_BRIEF_.
Please set down the entries below once more, exactly.

Saved data entries:
○ ○ ○ ○ ○ ○ ○

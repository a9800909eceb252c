package sight

import (
	"slices"

	"enfilade/solver/exact"
	"enfilade/solver/mesh"
)

// later marks, in a frame's complemented edge, a hit that has been found but must wait its turn in the order of sight. It
// lies above every half-edge of a mesh within the legal size.
const later mesh.Edge = 1 << 29

// after and before return the corners that follow and precede corner i counter-clockwise: octal digits of a number, since a
// table would have to be read.
func after(i uint32) uint32  { return 0o021 >> (3 * i) & 7 }
func before(i uint32) uint32 { return 0o102 >> (3 * i) & 7 }

// inc is the next corner counter-clockwise.
var inc = [3]int{1, 2, 0}

// expand sends one cone through the mesh and appends what its parts end on, from right to left. The loop keeps the
// rightmost open cone in hand and the others on a stack, so that triangles are visited in the order in which they are seen.
// It costs two cross products a triangle, and no allocation once the buffers have grown.
func (f *Finder) expand(now frame, eye exact.Pt, height int32) {
	f.stack = f.stack[:0]
	for !f.run(&now, eye, height) {
		f.grow()
	}
}

// grow gives run's buffers more room.
func (f *Finder) grow() {
	f.stack = slices.Grow(f.stack, cap(f.stack)+64)
	f.hits = slices.Grow(f.hits, cap(f.hits)+64)
	if f.keep {
		f.cones = slices.Grow(f.cones, cap(f.cones)+64)
	}
}

// run is the loop of expand. It returns false when a buffer may not do for the next triangle, to be called again with larger
// ones: it calls nothing itself, which lets the compiler keep the cone in registers.
func (f *Finder) run(cone *frame, eye exact.Pt, height int32) bool {
	tris, stack, hits := f.m.Tris, f.stack[:cap(f.stack)], f.hits[:cap(f.hits)]
	now, depth, nhits, count := *cone, len(f.stack), len(f.hits), f.count
	for depth+nhits+3 <= len(hits) && depth+2 <= len(stack) {
		// Seen from the eye, the edge of entry runs from its end (right) to its corner (left); the apex lies behind.
		t := &tris[uint32(now.in)>>2]
		corner := uint32(now.in & 3)
		out, left := after(corner), before(corner)
		if f.keep {
			n := len(f.cones)
			if n == cap(f.cones) {
				break
			}
			f.cones = f.cones[:n+1]
			f.cones[n] = Cone{now.in.Tri(), now.r, now.l}
		}
		count++
		v := t.P[left].Sub(eye)
		onRight, onLeft := now.r.Cross(v), v.Cross(now.l)
		if (onRight-1)|(onLeft-1) >= 0 { // the apex splits the cone: the right edge comes first, the left one waits
			wait := ^(now.in + mesh.Edge(left) - mesh.Edge(corner) | later)
			next, top := t.N[left], t.Top[left]
			if top < height {
				wait = next
			}
			stack[depth] = frame{wait, v, now.l}
			depth++
			now.l = v
		} else {
			if onRight == 0 {
				if t.Top[out] >= height && now.r.Cross(t.P[out].Sub(eye)) == 0 { // the right edge is seen edge-on
					hits[nhits] = hit{^(now.in + mesh.Edge(out) - mesh.Edge(corner)), now.r, now.r}
					nhits++
				}
			} else if onLeft == 0 && t.Top[left] >= height && now.l.Cross(t.P[corner].Sub(eye)) == 0 {
				stack[depth] = frame{^(now.in + mesh.Edge(left) - mesh.Edge(corner)), now.l, now.l}
				depth++
			}
			if onRight <= 0 { // only the left edge is crossed
				out = left
			}
		}
		if t.Top[out] < height {
			now.in = t.N[out]
			continue
		}
		now.in += mesh.Edge(out) - mesh.Edge(corner)
		hits[nhits] = hit(now)
		nhits++
		for {
			if depth == 0 {
				f.hits, f.count = hits[:nhits], count
				return true
			}
			depth--
			now = stack[depth]
			if now.in >= 0 {
				break
			}
			if e := ^now.in; e&later != 0 {
				now.in = e &^ later
			}
			hits[nhits] = hit(now)
			nhits++
		}
	}
	*cone, f.stack, f.hits, f.count = now, stack[:depth], hits[:nhits], count
	return false
}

○ ○ ○ ○ ○ ○ ○

_WORKED SOLUTION_.
repository a9800909eceb252c
package sight

import (
	"slices"

	"enfilade/solver/exact"
	"enfilade/solver/mesh"
)

// later marks, in a frame's complemented edge, a hit that has been found but must wait its turn in the order of sight. It
// lies above every half-edge of a mesh within the legal size.
const later mesh.Edge = 1 << 29

// after and before return the corners that follow and precede corner i counter-clockwise: octal digits of a number, since a
// table would have to be read.
func after(i uint32) uint32  { return 0o021 >> (3 * i) & 7 }
func before(i uint32) uint32 { return 0o102 >> (3 * i) & 7 }

// inc is the next corner counter-clockwise.
var inc = [3]int{1, 2, 0}

// expand sends one cone through the mesh and appends what its parts end on, from right to left. The loop keeps the
// rightmost open cone in hand and the others on a stack, so that triangles are visited in the order in which they are seen.
// It costs two cross products a triangle, and no allocation once the buffers have grown.
func (f *Finder) expand(now frame, eye exact.Pt, height int32) {
	f.stack = f.stack[:0]
	for !f.run(&now, eye, height) {
		f.grow()
	}
}

// grow gives run's buffers more room.
func (f *Finder) grow() {
	f.stack = slices.Grow(f.stack, cap(f.stack)+64)
	f.hits = slices.Grow(f.hits, cap(f.hits)+64)
	if f.keep {
		f.cones = slices.Grow(f.cones, cap(f.cones)+64)
	}
}

// run is the loop of expand. It returns false when a buffer may not do for the next triangle, to be called again with larger
// ones: it calls nothing itself, which lets the compiler keep the cone in registers.
func (f *Finder) run(cone *frame, eye exact.Pt, height int32) bool {
	tris, stack, hits := f.m.Tris, f.stack[:cap(f.stack)], f.hits[:cap(f.hits)]
	now, depth, nhits, count := *cone, len(f.stack), len(f.hits), f.count
	for depth+nhits+3 <= len(hits) && depth+2 <= len(stack) {
		// Seen from the eye, the edge of entry runs from its end (right) to its corner (left); the apex lies behind.
		t := &tris[uint32(now.in)>>2]
		corner := uint32(now.in & 3)
		out, left := after(corner), before(corner)
		if f.keep {
			n := len(f.cones)
			if n == cap(f.cones) {
				break
			}
			f.cones = f.cones[:n+1]
			f.cones[n] = Cone{now.in.Tri(), now.r, now.l}
		}
		count++
		v := t.P[left].Sub(eye)
		onRight, onLeft := now.r.Cross(v), v.Cross(now.l)
		if (onRight-1)|(onLeft-1) >= 0 { // the apex splits the cone: the right edge comes first, the left one waits
			wait := ^(now.in + mesh.Edge(left) - mesh.Edge(corner) | later)
			next, top := t.N[left], t.Top[left]
			if top < height {
				wait = next
			}
			stack[depth] = frame{wait, v, now.l}
			depth++
			now.l = v
		} else {
			if onRight == 0 {
				if t.Top[out] >= height && now.r.Cross(t.P[out].Sub(eye)) == 0 { // the right edge is seen edge-on
					hits[nhits] = hit{^(now.in + mesh.Edge(out) - mesh.Edge(corner)), now.r, now.r}
					nhits++
				}
			} else if onLeft == 0 && t.Top[left] >= height && now.l.Cross(t.P[corner].Sub(eye)) == 0 {
				stack[depth] = frame{^(now.in + mesh.Edge(left) - mesh.Edge(corner)), now.l, now.l}
				depth++
			}
			if onRight <= 0 { // only the left edge is crossed
				out = left
			}
		}
		if t.Top[out] < height {
			now.in = t.N[out]
			continue
		}
		now.in += mesh.Edge(out) - mesh.Edge(corner)
		hits[nhits] = hit(now)
		nhits++
		for {
			if depth == 0 {
				f.hits, f.count = hits[:nhits], count
				return true
			}
			depth--
			now = stack[depth]
			if now.in >= 0 {
				break
			}
			if e := ^now.in; e&later != 0 {
				now.in = e &^ later
			}
			hits[nhits] = hit(now)
			nhits++
		}
	}
	*cone, f.stack, f.hits, f.count = now, stack[:depth], hits[:nhits], count
	return false
}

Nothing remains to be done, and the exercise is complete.